France - Culture

Photo-reporting at Visa pour l’Image describes refugee sorrow

AFP photojournalist Aris Messinis poses next to one of his news photos of a woman refugee, holding a small child, trying to get on to Greek island of Lesbos.
AFP photojournalist Aris Messinis poses next to one of his news photos of a woman refugee, holding a small child, trying to get on to Greek island of Lesbos. Rosslyn Hyams/RFI

Reflecting the headline news stories of the past year, migrant issues are prominent again at the annual international photojournalists’ meet in France. RFI’s Rosslyn Hyams reports from the host city of Visa pour L’Image, Perpignan.


Two of the event’s 20 selected exhibitions focus on the plight of people escaping from conflict, famine and poverty to countries where they have nothing and often aren’t welcome.

One spans 25 years of works by multi-award winning Yannis Behrakis who works for Reuters news agency. It includes the 2016 Visa pour l’Image poster shot, of a Syrian refugee man, after landing in Europe, walks alone in the middle of a road in the half-light and the pouring rain, clinging to his daughter, whose arms are wrapped around his neck.

This fraction of a retrospective serves to show that while conflict shifts from one place to another, little changes for the refugees’ struggle.

Aris Messinis works for Agence France Presse. He was on the Island of Lesbos where thousands of migrants washed up or landed in 2015 after crossing the sea from Turkey. In his photos on display in Perpignan, fluorescent orange life-jackets and the fight for life, dominate his pictures.

"Why did I choose to focus on my photos on Lesbos? Well, I have covered the migrants from all angles. I even went with them on their journey to Germany. But what I saw in Lesbos was the most dangerous, the most risky, the most scary… I saw people who had escaped war, dying in the sea… they were dying in the sea."

Messinis explained regretfully, that even if there are some images he himself wants to forget, he has taken other shots he would had liked to have included in the exhibition in the Couvent des Minimes in Perpignan. He had to leave them out because they would have been too shocking.

"I hope that the result of my work makes some people think more and maybe feel bad about what is happening somewhere else in the world… I have chosen even some hard photos. I have even harder."

With a different approach to increasing awareness about the dramatic human side of the migrant crisis, this year’s winner of the Golden Visa Award for digital information, Magnus Wennman, creates a little distance. He produced an animated photo documentary called Fatima’s Drawings for his paper Aftonbladet. Six year-old Fatima is an exile from Syria, living in Sweden.
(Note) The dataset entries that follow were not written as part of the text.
//! The recipe language: lines, the nom parser, the checker, the printer.
//!
//! `parse` turns recipe text into a [`Recipe`] tree plus every syntax error
//! it found (a bad line is reported and parsing goes on at the next);
//! `check` resolves names and shapes, with the data's headers when known.
//! The normative grammar is `grammar/sheaf.peg`.

pub mod ast;
mod check;
pub mod diagnostic;
mod expr;
pub mod functions;
mod lines;
pub mod pretty;
mod statement;
mod suggest;
mod syntax;
pub mod uses;

pub use ast::Recipe;
pub use check::{BIN_RULES, DataColumn, DataKind};
pub use diagnostic::{Diagnostic, Severity, render_all};
pub use statement::STATEMENT_WORDS;
pub use suggest::closest;
pub use syntax::{KEYWORDS, MAX_CHAIN, MAX_NESTING};

/// Deepest expression tree accepted; deeper ones are refused with an error
/// rather than risking the stack in later passes.
pub const MAX_DEPTH: usize = 256;

/// A parsed recipe with what was found wrong in it.
#[derive(Debug)]
pub struct Parsed {
    /// The statements that could be read (a bad line is left out).
    pub recipe: Recipe,
    /// Errors: syntax, names and, with the data's columns, columns; sorted
    /// by position. Any error refuses the recipe.
    pub diagnostics: Vec<Diagnostic>,
    /// Likely mistakes that do not stop the run, sorted by position.
    pub warnings: Vec<Diagnostic>,
}

impl Parsed {
    /// True when nothing refuses the recipe (warnings may remain).
    pub fn is_ok(&self) -> bool {
        self.diagnostics.is_empty()
    }

    /// Whether an `input` line could not be read: the data's sheet and
    /// header row are then unknown, and reading the data would check the
    /// recipe against the wrong columns.
    pub fn input_unread(&self, source: &str) -> bool {
        unread_lines(source, &self.diagnostics).any(|line| {
            line.strip_prefix("input")
                .is_some_and(|rest| rest.is_empty() || rest.starts_with([' ', '\t']))
        })
    }
}

/// Parses recipe text; reports every line that could not be read.
pub fn parse(source: &str) -> Parsed {
    syntax::with_source(source, || {
        let (lines, mut diagnostics) = lines::split_lines(source);
        let recipe = statement::parse_lines(&lines, &mut diagnostics);
        for e in expressions(&recipe) {
            if e.depth() > MAX_DEPTH {
                diagnostics.push(
                    Diagnostic::new(
                        e.span,
                        format!("this expression nests more than {MAX_DEPTH} levels deep"),
                    )
                    .with_help("split it into steps with `let`"),
                );
            }
        }
        diagnostics.sort_by_key(|d| d.span.start);
        Parsed {
            recipe,
            diagnostics,
            warnings: Vec::new(),
        }
    })
}

/// Columns of unknown kind, from header names alone.
fn untyped(headers: &[String]) -> Vec<DataColumn> {
    headers
        .iter()
        .map(|name| DataColumn {
            name: name.clone(),
            kind: DataKind::Any,
        })
        .collect()
}

/// Parses and checks names and shapes. `headers` are the data's column
/// names, when the data is at hand.
pub fn parse_and_check(source: &str, headers: Option<&[String]>) -> Parsed {
    parse_and_check_columns(source, headers.map(untyped).as_deref())
}

/// Parses and checks in one pass: syntax errors, then names, shapes and,
/// with the data's columns, unknown columns and text where numbers are
/// needed. The lines that could be read are checked even when others
/// could not, so every problem is reported at once.
pub fn parse_and_check_columns(source: &str, columns: Option<&[DataColumn]>) -> Parsed {
    let mut parsed = parse(source);
    let assumed = unread_lets(source, &parsed.diagnostics);
    let found = check::check(&parsed.recipe, columns, &assumed);
    parsed.diagnostics.extend(found.errors);
    parsed.diagnostics.sort_by_key(|d| d.span.start);
    parsed.warnings = found.warnings;
    parsed.warnings.sort_by_key(|d| d.span.start);
    parsed
}

/// The lines that errors point into.
fn unread_lines<'s>(
    source: &'s str,
    diagnostics: &'s [Diagnostic],
) -> impl Iterator<Item = &'s str> {
    diagnostics.iter().filter_map(|d| {
        let at = d.span.start.min(source.len());
        let start = source[..at].rfind('\n').map_or(0, |i| i + 1);
        source[start..].lines().next()
    })
}

/// Names of `let`s on lines that could not be read: their later uses are
/// not reported as unknown columns too.
fn unread_lets(source: &str, diagnostics: &[Diagnostic]) -> Vec<String> {
    unread_lines(source, diagnostics)
        .filter_map(|line| {
            let name = line.strip_prefix("let ")?.trim_start();
            let end = name
                .find(|c: char| !(c.is_ascii_alphanumeric() || c == '_'))
                .unwrap_or(name.len());
            (end > 0).then(|| name[..end].to_string())
        })
        .collect()
}

/// Checks an already parsed and checked recipe against the data's columns:
/// the columns it names must exist (the closest header is suggested) and
/// hold numbers where numbers are needed.
pub fn check_against(recipe: &Recipe, columns: &[DataColumn]) -> Vec<Diagnostic> {
    let mut diagnostics = check::check(recipe, Some(columns), &[]).errors;
    diagnostics.sort_by_key(|d| d.span.start);
    diagnostics
}

/// Parses one expression on its own (for `sheaf calc`) and checks its
/// names and kinds against the data's columns.
pub fn parse_expression(
    source: &str,
    columns: Option<&[DataColumn]>,
) -> Result<ast::Expr, Vec<Diagnostic>> {
    let parsed = syntax::with_source(source, || {
        let text = source.trim_end();
        let result = expr::expression(text).and_then(|(rest, e)| {
            let rest_trimmed = rest.trim_start();
            if rest_trimmed.is_empty() {
                Ok(e)
            } else {
                syntax::failure(
                    rest_trimmed,
                    format!(
                        "unexpected {} here; expected an operator or the end",
                        syntax::describe(syntax::next_token(rest_trimmed))
                    ),
                    None,
                )
                .map(|(_, ())| e)
            }
        });
        result.map_err(|err| match err {
            nom::Err::Error(e) | nom::Err::Failure(e) => {
                let message = if e.message.is_empty() {
                    "expected an expression".to_string()
                } else {
                    e.message
                };
                let mut d = Diagnostic::new(ast::Span::new(e.offset, e.offset + 1), message);
                if let Some(h) = e.help {
                    d = d.with_help(h);
                }
                vec![d]
            }
            nom::Err::Incomplete(_) => vec![Diagnostic::new(
                ast::Span::default(),
                "incomplete expression",
            )],
        })
    })?;
    if parsed.depth() > MAX_DEPTH {
        return Err(vec![Diagnostic::new(
            parsed.span,
            format!("this expression nests more than {MAX_DEPTH} levels deep"),
        )]);
    }
    let problems = check::check_expression(&parsed, columns);
    if problems.is_empty() {
        Ok(parsed)
    } else {
        Err(problems)
    }
}

/// Whether any expression of the recipe calls `function` (at any depth).
pub fn calls(recipe: &Recipe, function: &str) -> bool {
    let mut stack = expressions(recipe);
    while let Some(e) = stack.pop() {
        if let ast::ExprKind::Call { function: f, .. } = &e.kind
            && f.value == function
        {
            return true;
        }
        stack.extend(e.children());
    }
    false
}

/// Every top-level expression of the recipe.
fn expressions(recipe: &Recipe) -> Vec<&ast::Expr> {
    use ast::StatementKind::*;
    let mut found = Vec::new();
    for s in &recipe.statements {
        match &s.kind {
            Let { value, .. } => found.push(value),
            RowsWhere(e) => found.push(e),
            Panel { filter, .. } => found.extend(filter),
            Figures {
                filter, figures, ..
            } => {
                found.extend(filter);
                found.extend(figures.iter().map(|f| &f.value));
            }
            Check { condition, .. } => found.push(condition),
            Title(_)
            | Input { .. }
            | Header { .. }
            | Histogram { .. }
            | Boxplot { .. }
            | Period(_)
            | PeriodFrom(_)
            | Noise(_)
            | Drift(_)
            | Label { .. } => {}
        }
    }
    found
}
Through her coloured pencil drawings, six year old Fatima explains that she doesn’t like the sea, she misses her friend and the country where she was born. Wenneman, winner of two World Press Photo Awards and several times Sweden's Photographer of the Year, photographs the child in the gentler grey northern winter light which contrasts with the harsh, overly-bright blue sky and deep blue see

Less hard-hitting visually than the photos in the daily press, Fatima’s drawings show how hard it is to cope with the trauma of escape, even in a safe place.

The photos chosen at Visa pour l’Image which depict the migrants’ suffering, bring home the photojournalists’ message to the viewing public. Messinis and Behrakis both said they had themselves been unable to stand by and went beyond their job as witnesses and reporters, to help the people in live-or-die situations.

"The interest goes up and down. This is our job, to be there, to fight for the information, and show it to the people and keep the people awake and aware of the reality."